Andrés tenía en su poder una copia del trabajo Las Cenizas de la Reina que le había proporcionado un paciente de Juan, un marchante de pintura al que había dado refugio en los últimos días de su vida. Jesús, que así se llamaba o se hacía llamar dicho sujeto, se había ofrecido a colaborar tras la desaparición de Juan, pero tras encontrar su cadáver, alegando obligaciones en New York, había desaparecido discretamente, entregándole el ordenador de Juan con dicho manuscrito.

¿Qué pasó para que Juan, refugiado en casa de Jesús, cuya relación con él era casi coyuntural, abandonara un refugio seguro y cayera en manos de sus asesinos? ¿Quién informó a sus matones del refugio de Juan?

Andrés sabía que Juan era un hombre muy discreto y que si buscó ese refugio, lo hizo porque lo consideró muy seguro y porque nadie le podía relacionar con el marchante. ¿Qué falló?

Las investigaciones del comisario González, del Servicio de Información, no habían ofrecido ninguna luz, y González, que de luces andaba escaso, al menos parecía muy sincero. No era el lugar para indagar.

Quedaban otras pistas pero peligrosas: Fidel, el falsificador del carné de conducir de Juan, seguro que un correveidile distinguido de la bofia y que su contacto era igual que retrasmitir por radio «¡el historiador quiere investigar!»; y Pascual, el honrado vigilante del Panteón de Reyes, que pudiera dar alguna pista de lo que realmente los archiveros del Monasterio de El Escorial echaron el falta, si es que realmente lo hicieron.

Mientras, Andrés comenzaría su nuevo proyecto, escribir la Historia de España del siglo XIX, como debió ser y como jamás ocurrió.

La historia como debió ser

La muerte del rey

Aquella tarde del otoño de 1833, mientras comenzaba a oscurecer, el rey Felón expiró. Un silencio corrió por todo el palacio, nadie lloró, pero a todos les embargaba una rara emoción: liberación, miedo… El rey, una catástrofe física en los últimos tres años, empezó a encontrarse mal esa misma mañana.

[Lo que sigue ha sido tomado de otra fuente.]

#include "solver/oxygen/oxygen_problem.hpp"

#include <algorithm>
#include <array>
#include <cmath>

#include "solver/linalg/parallel_loop.hpp"

namespace oxystrat {

ZoneTransfer zone_transfer(const TransferCoefficients& coeff, int k, double c, double d, double go, double gc) {
  const double g = go + gc + coeff.inert_mol_m3[k];
  const double t_o = coeff.transfer_o2[k], t_c = coeff.transfer_co2[k];
  const double k_o = coeff.cstar_per_y_o2[k], k_c = coeff.cstar_per_y_co2[k];
  const double g0 = coeff.gas_mol_m3.empty() ? 0.0 : coeff.gas_mol_m3[k];
  ZoneTransfer z;
  if (g0 > 0.0) {
    // (T / g0) (K g_O2 - C g): linear in the gas amounts, no composition ratio.
    z.gas_ratio = g / g0;
    const double a = t_o / g0, b = t_c / g0;
    z.otr = a * (k_o * go - c * g);
    z.ctr = b * (k_c * gc - d * g);
    z.otr_c = -a * g;
    z.otr_go = a * (k_o - c);
    z.otr_gc = -a * c;
    z.ctr_d = -b * g;
    z.ctr_gc = b * (k_c - d);
    z.ctr_go = -b * d;
    return z;
  }
  // Fixed T and S: y = g_O2 / g, d y / d g_O2 = (g - g_O2) / g^2, d y / d g_CO2 = -g_O2 / g^2.
  const double y = g > 0.0 ? go / g : 0.0, yc = g > 0.0 ? gc / g : 0.0;
  z.otr = t_o * (k_o * y - c);
  z.ctr = t_c * (k_c * yc - d);
  z.otr_c = -t_o;
  z.ctr_d = -t_c;
  if (g > 0.0) {
    const double g2 = g * g;
    z.otr_go = t_o * k_o * (g - go) / g2;
    z.otr_gc = -t_o * k_o * go / g2;
    z.ctr_gc = t_c * k_c * (g - gc) / g2;
    z.ctr_go = -t_c * k_c * gc / g2;
  }
  return z;
}

OxygenProblem::OxygenProblem(const ZoneNetwork& net, const GasRouting& routing, const SparseMatrix& transport,
                             const TransferCoefficients& coeff, const Uptake& uptake, double inlet_o2_mol_s,
                             double inlet_co2_mol_s)
    : net_(net),
      transport_(transport),
      gas_transport_(routing.transport),
      coeff_(coeff),
      uptake_(uptake),
      inlet_o2_(inlet_o2_mol_s),
      inlet_co2_(inlet_co2_mol_s),
      n_(net.size()) {
  // Zero for a residual means small against the O2 fed and the largest possible uptake.
  const double max_uptake = uptake_.rate_mol_m3_s * uptake_.largest_scale() * net.total_volume();
  scale_ = std::max({inlet_o2_, max_uptake, 1e-300});
}

void OxygenProblem::residual(const Eigen::VectorXd& x, Eigen::VectorXd& r) const {
  r.setZero(4 * n_);
  // Transport of the dissolved species (L) and of the gas species (G): rows applied with stride 4.
  for (int col = 0; col < n_; ++col) {
    for (SparseMatrix::InnerIterator it(transport_, col); it; ++it) {
      r[4 * it.row()] += it.value() * x[4 * col];
      r[4 * it.row() + 1] += it.value() * x[4 * col + 1];
    }
    for (SparseMatrix::InnerIterator it(gas_transport_, col); it; ++it) {
      r[4 * it.row() + 2] += it.value() * x[4 * col + 2];
      r[4 * it.row() + 3] += it.value() * x[4 * col + 3];
    }
  }
  for (int k = 0; k < n_; ++k) {
    const double c = x[4 * k];
    const ZoneTransfer z = zone_transfer(coeff_, k, c, x[4 * k + 1], x[4 * k + 2], x[4 * k + 3]);
    const double our = uptake_.our(c) * uptake_.scale(k) * net_.volume[k];
    r[4 * k] += z.otr - our;
    r[4 * k + 1] += z.ctr + uptake_.rq * our;
    r[4 * k + 2] += inlet_o2_ * net_.sparger_share[k] - z.otr;
    r[4 * k + 3] += inlet_co2_ * net_.sparger_share[k] - z.ctr;
  }
}

void OxygenProblem::keep_in_domain(const Eigen::VectorXd& x, Eigen::VectorXd& x_try) const {
  constexpr double kLargestFall = 0.1;  // a gas amount may fall tenfold per step, no more
  for (int k = 0; k < n_; ++k) {
    for (int s = 2; s < 4; ++s) {
      const int i = 4 * k + s;
      x_try[i] = std::max(x_try[i], kLargestFall * std::max(x[i], 0.0));
    }
  }
}

double OxygenProblem::largest_imbalance(const Eigen::VectorXd& r) const {
  std::array<double, 4> sum{};
  for (int k = 0; k < n_; ++k) {
    for (int s = 0; s < 4; ++s) sum[s] += r[4 * k + s];
  }
  double largest = 0.0;
  for (const double v : sum) largest = std::max(largest, std::abs(v));
  return inlet_o2_ > 0.0 ? largest / inlet_o2_ : largest / scale_;
}

void OxygenProblem::jacobian(const Eigen::VectorXd& x, std::vector<Eigen::Triplet<double>>& t) const {
  jacobian_zones(x, 0, n_, t);
}

// The derivatives of a zone's transfer, uptake and gas composition terms: its 4 x 4 block
// (row-major; rows and columns liquid O2, liquid CO2, gas O2, gas CO2).
ZoneBlockSolver::LocalBlock OxygenProblem::local_block(const Eigen::VectorXd& x, int k) const {
  const ZoneTransfer z = zone_transfer(coeff_, k, x[4 * k], x[4 * k + 1], x[4 * k + 2], x[4 * k + 3]);
  const double dour = uptake_.dour(x[4 * k]) * uptake_.scale(k) * net_.volume[k];
  return {z.otr_c - dour, 0.0,    z.otr_go,  z.otr_gc,   //
          uptake_.rq * dour, z.ctr_d, z.ctr_go, z.ctr_gc,  //
          -z.otr_c, 0.0, -z.otr_go, -z.otr_gc,             //
          0.0, -z.ctr_d, -z.ctr_go, -z.ctr_gc};
}

bool OxygenProblem::jacobian_parts(const Eigen::VectorXd& x, std::vector<ZoneBlockSolver::LocalBlock>& local,
                                   ZoneTransports& transports) const {
  if (static_cast<int>(local.size()) != n_) return false;
  parallel_loop(n_, n_ >= 50000, [&](int k) { local[k] = local_block(x, k); });
  transports = {&transport_, &gas_transport_};
  return true;
}

// Zone by zone: the zone's column of both transports, then its local block. Any split into ranges
// gives the same list, and every matrix entry receives its terms in the same order (transport
// before local), so the sums are the same to the bit.
bool OxygenProblem::jacobian_zones(const Eigen::VectorXd& x, int zone_begin, int zone_end,
                                   std::vector<Eigen::Triplet<double>>& t) const {
  const int* outer = transport_.outerIndexPtr();
  const int* gas_outer = gas_transport_.outerIndexPtr();
  std::size_t count = 0;
  for (int k = zone_begin; k < zone_end; ++k) count += 2 * (outer[k + 1] - outer[k]) + 2 * (gas_outer[k + 1] - gas_outer[k]) + 13;
  // Exact for a fresh list (no doubling of a large one), geometric when appended to piece by piece.
  if (t.capacity() < t.size() + count) t.reserve(t.empty() ? count : std::max(t.size() + count, 2 * t.capacity()));
  for (int k = zone_begin; k < zone_end; ++k) {
    for (SparseMatrix::InnerIterator it(transport_, k); it; ++it) {
      t.emplace_back(4 * it.row(), 4 * k, it.value());
      t.emplace_back(4 * it.row() + 1, 4 * k + 1, it.value());
    }
    for (SparseMatrix::InnerIterator it(gas_transport_, k); it; ++it) {
      t.emplace_back(4 * it.row() + 2, 4 * k + 2, it.value());
      t.emplace_back(4 * it.row() + 3, 4 * k + 3, it.value());
    }
    // The local block's non-zero entries (row-major positions), in the order the list has always had.
    constexpr std::array<int, 13> kListed = {0, 2, 3, 5, 4, 7, 6, 8, 10, 11, 13, 15, 14};
    const auto b = local_block(x, k);
    for (const int at : kListed) t.emplace_back(4 * k + at / 4, 4 * k + at % 4, b[at]);
  }
  return true;
}

}  // namespace oxystrat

—¡Hoy solo tomaré sopa! —dijo a su jefe de cocina.

—Su majestad ¿no tomará cocido?

—¡Solo sopa de cocido! El truhán de Castelló me tiene prohibido el cocido de tres vuelcos. Truhán y liberal, cualquier día le fusilo.

—Entonces solo sopa…

—¡Sí, sopa, carajo, sopa!

El rey se recostó en un sofá, no tenía fuerzas. José Collado, alias Chamorro, el aguador de la fuente del Berro, confidente, alcahuete, y hombre de confianza de Fernando VII, se le acercó y con cara de preocupación le dijo:

—¿Llamamos a doctor Castelló, majestad?

—Deja al matasanos en paz, lo mismo me quita mi sopa. ¡Ah, avisa al cocinero!, que la quiero espesa, muy espesa, no ese aguachirle que receta Castelló, ¡truhán liberal…!

No pudo continuar la frase, un vahído le hizo recostarse en el sofá y si no es por Chamorro, que le sujetó solícito, hubiera dado con sus reales huesos en el suelo. Chamorro, asustado, pidió ayuda y entre varios palafreneros, pues el rey estaba bastante obeso, le llevaron hasta el dormitorio.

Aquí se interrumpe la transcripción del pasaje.